We've all been there. The whole industry has been there since the '60s ("The Mythical Man Month" and horror stories from ControlData OS releases come to mind), and only the most zealous Agile team will resist the temptation to cut corners.

But the industry doesn't seem to be getting any better at this, particularly when it comes to projects with lots of dependencies, or with complexities that could have been avoided. I'm particularly irked about the kind of magical thinking that just begs for train wrecks: "well, while we're at it, let's add THIS risky artificial complexity to THAT out-of-control project..."

The answer is in the question

How to avoid this kind of project schedule crisis? Make the project less tightly coupled. We did it with software (asynchronous web services), why aren't doing it with the project itself?

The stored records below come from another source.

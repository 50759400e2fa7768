"""Static gains, relative gains, zeros and changes of coordinates: closed forms and definitions."""

from __future__ import annotations

import numpy as np
import pytest
from linear_models import linear, pair_of, random_model

from linverify.numerics import gains
from linverify.numerics.pair import printed_to
from linverify.numerics.similarity import same_behaviour, similar
from linverify.numerics.zeros import matched, transmission_zeros


def _static(matrix, error: float = 0.0, step: float | None = None):
    """A model whose static gain is `matrix`, through one lag an output."""
    G = np.array(matrix, dtype=float)
    pole = np.exp(-0.3) if step else -3.0
    through = 1.0 - pole if step else -pole
    return linear(pole * np.eye(len(G)), through * G, np.eye(len(G)), np.zeros(G.shape), step=step, error=error)


@pytest.mark.parametrize("step", [None, 0.1])
def test_the_static_gain_is_that_of_a_lasting_step(step: float | None):
    G = [[2.6, 1.5], [1.4, 2.8]]
    found = gains.static_gain(_static(G, step=step))
    assert found is not None
    assert found[0] == pytest.approx(np.array(G), rel=1e-13)
    assert (found[1] < 1e-12).all()


def test_an_integrator_has_no_static_gain_even_where_differences_left_a_little_noise():
    assert gains.static_gain(linear([[0.0]], [[1.0]], [[1.0]], [[0.0]])) is None
    assert gains.static_gain(linear([[-1e-13]], [[1.0]], [[1.0]], [[0.0]], error=1e-12)) is None
    assert gains.static_gain(linear([[1.0]], [[1.0]], [[1.0]], [[0.0]], step=0.1)) is None


def test_relative_gains_of_two_by_two_are_those_of_the_formula_and_need_no_units():
    G = np.array([[2.6, 1.5], [1.4, 2.8]])
    exact = 2.6 * 2.8 / (2.6 * 2.8 - 1.5 * 1.4)
    found = gains.relative_gains(G)
    assert found == pytest.approx(np.array([[exact, 1 - exact], [1 - exact, exact]]), rel=1e-13)
    assert gains.relative_gains(G * [[1e6], [1e-7]] * [1e-9, 1e8]) == pytest.approx(found, rel=1e-9)
    assert gains.relative_gains(np.array([[1.0, 2.0, 3.0]])).sum() == pytest.approx(1.0)


def test_changes_come_with_the_error_that_entries_leave():
    pair = pair_of(_static([[2.0, 0.0], [0.0, 1.1]]), _static([[2.0, 0.0], [0.0, 1.0]], error=1e-6))
    found = gains.static_gains(pair)
    assert found is not None
    moved = gains.singular_values(found, np.ones(2), np.ones(2))
    assert (moved.change, moved.place) == (pytest.approx(0.1), (1,))
    assert 1e-7 < moved.error < 1e-4
    relative = gains.relative_gain(found)
    assert relative.change == pytest.approx(0.0, abs=1e-12)
    # scaling by nominal sizes decides which singular value is which, and changes none of the shares of a diagonal gain
    assert gains.singular_values(found, np.array([1.0, 50.0]), np.ones(2)).place == (0,)


def test_the_sign_of_a_determinant_is_open_where_the_gain_may_be_singular():
    near = [[1.0, 1.0], [1.0, 1.0 + 1e-7]]
    sure = gains.static_gains(pair_of(_static(near), _static(near)))
    open_ = gains.static_gains(pair_of(_static(near), _static(near, error=1e-6)))
    assert sure is not None
    assert open_ is not None
    assert gains.determinant_signs(sure) == (1, 1)
    assert gains.determinant_signs(open_) == (0, 0)
    turned = gains.static_gains(pair_of(_static([[0.0, 1.0], [1.0, 0.0]]), _static(np.eye(2))))
    assert turned is not None
    assert gains.determinant_signs(turned) == (-1, 1)


def test_zeros_at_infinity_are_none():
    chain = linear(np.diag(np.ones(4), 1), np.eye(5)[:, [4]], np.eye(5)[[0]], [[0.0]])
    assert transmission_zeros(chain).size == 0
    companion = np.array([[0, 1, 0], [0, 0, 1], [-6.0, -11.0, -6.0]])
    one = linear(companion, np.eye(3)[:, [2]], [[3.0, 1.0, 0.0]], [[0.0]])
    assert transmission_zeros(one) == pytest.approx(np.array([-3.0]), rel=1e-9)
    shared = linear(companion, np.eye(3)[:, [2]], [[3.0, 1.0, 0.0], [6.0, 2.0, 0.0]], np.zeros((2, 1)))
    assert transmission_zeros(shared) == pytest.approx(np.array([-3.0]), rel=1e-9)
    none = linear(companion, np.eye(3)[:, [2]], [[3.0, 1.0, 0.0], [5.0, 1.0, 0.0]], np.zeros((2, 1)))
    assert transmission_zeros(none).size == 0


@pytest.mark.parametrize("seed", range(12))
def test_at_a_zero_the_system_matrix_loses_rank(seed: int):
    generator = np.random.default_rng(seed)
    n, m = int(generator.integers(2, 8)), int(generator.integers(1, 3))
    model = random_model(generator, n, m, m, damping=1e-2)
    for zero in transmission_zeros(model):
        whole = np.block([[zero * np.eye(n) - model.A, -model.B], [model.C, model.D]])
        sizes = np.linalg.svd(whole / np.abs(whole).max(axis=1, keepdims=True), compute_uv=False)
        assert sizes[-1] < 1e-8 * sizes[0]


def test_matching_pairs_what_is_near_and_leaves_the_rest_alone():
    pairs = matched(np.array([-1.0 + 0j, -5.0]), np.array([-5.1 + 0j, -0.9, -70.0]))
    assert set(pairs) == {(-1.0, -0.9), (-5.0, -5.1), (None, -70.0)}


@pytest.mark.parametrize("seed", range(6))
def test_other_coordinates_are_recognised_and_a_small_change_is_not(seed: int):
    generator = np.random.default_rng(seed)
    model = random_model(generator, 5, 2, 2, damping=1e-3)
    T = generator.normal(size=(5, 5)) * 10.0 ** generator.uniform(-3, 3, 5)
    turned = linear(np.linalg.solve(T, model.A @ T), np.linalg.solve(T, model.B), model.C @ T, model.D)
    assert same_behaviour(pair_of(turned, model))
    assert similar(pair_of(turned, model))
    other = random_model(np.random.default_rng(seed), 5, 2, 2, damping=1e-3, change=1e-5)
    assert not same_behaviour(pair_of(other, model))


def test_a_model_with_a_hidden_state_does_the_same_in_fewer_coordinates():
    model = linear(np.diag([-1.0, -2.0]), [[1.0], [1.0]], [[1.0, 0.5]], [[0.0]])
    more = linear(np.diag([-1.0, -2.0, -9.0]), [[1.0], [1.0], [0.0]], [[1.0, 0.5, 7.0]], [[0.0]])
    pair = pair_of(more, model)
    assert same_behaviour(pair)
    assert not similar(pair)


def test_printed_digits_are_half_a_unit_of_the_last_one():
    found = printed_to(np.array([[-2.756, 0.0], [0.0001187, 774.0]]), 4)
    assert found == pytest.approx(np.array([[5e-4, 0.0], [5e-8, 5e-2]]), rel=1e-6)
    assert printed_to(np.array([[3.0]]), 17)[0, 0] < 1e-15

Try these ideas on for size:

  • Make bonuses and other incentives contingent on achieving IT goals, but make sure they are not tied to specific go-live dates.
  • To the extent possible, base all integrations on a real messaging system that logs all messages (and keeps the logs for at least a couple of weeks) to improve debugging, testability, reconciliation and recovery efforts.
  • Just assume that every integration will have more dirty data and muddled semantics than you can imagine. So no matter how realistic the schedule is for migration, normalization and cleansing...add 25 percent to it. Really.
  • Do the continuous integration thing: All code has unit tests, complete system builds nightly with test suites that grow along with the code, bring external integrations and some real data into the system as early as possible in the project.
  • Do the user-centered design thing: get users working with the UI and evaluating the correctness of any results before you've reached 25 percent of the project spend...and keep them involved until the end.
  • Do the staging/sandbox thing early: spring for a "full sandbox" or staging copy from every vendor that will sell you one. Use them from the mid-point of the project, at the latest. Really. Connect the sandboxes to each other so you have as realistic a development and testing environment as early as possible.
  • Do the reality-therapy thing: your executive sponsors (you do have executive sponsors, don't you?) should be giving demos of their part of the system to their teams at the end of each sprint. This is good for user adoption but it's even better to make sure expectations about schedule and features don't get out of hand.
  • Do the prioritization thing: the way to avoid the end-of-project crash is to reduce deliverables along the way. This is really difficult, but it is the rare project indeed that has more budget and schedule than it needs. So lighten the load at every turn -- enforce a feature diet.
  • Do the game-theory thing: otherwise known as "have a backup plan," this involves a serious discussion at least 6 weeks prior to go-live about how the business would handle a "no-go" decision.
  • Un-do the kill-the-messenger thing: at every significant milestone review, give explicit permission to team members to reveal negative information. Through your words, actions and facial impressions, encourage people to be realistic about schedules and risks. Never punish the delivery boy for bad news, and don't "yes men" and used-car-salesmen behavior.
  • And the grand-daddy of them all -- un-do the big-bang thing: use phased deployments, with each functional increment building upon a stable base from the previous cycle. Bring in historical data incrementally (start with last year's data, then add data from two years ago, etc.) and be willing to have low-priority data available only offline for a while.

Some of the above ideas may sound nuts. But why are we still making project decisions with management ideas from 50 years ago? It's time to try something new.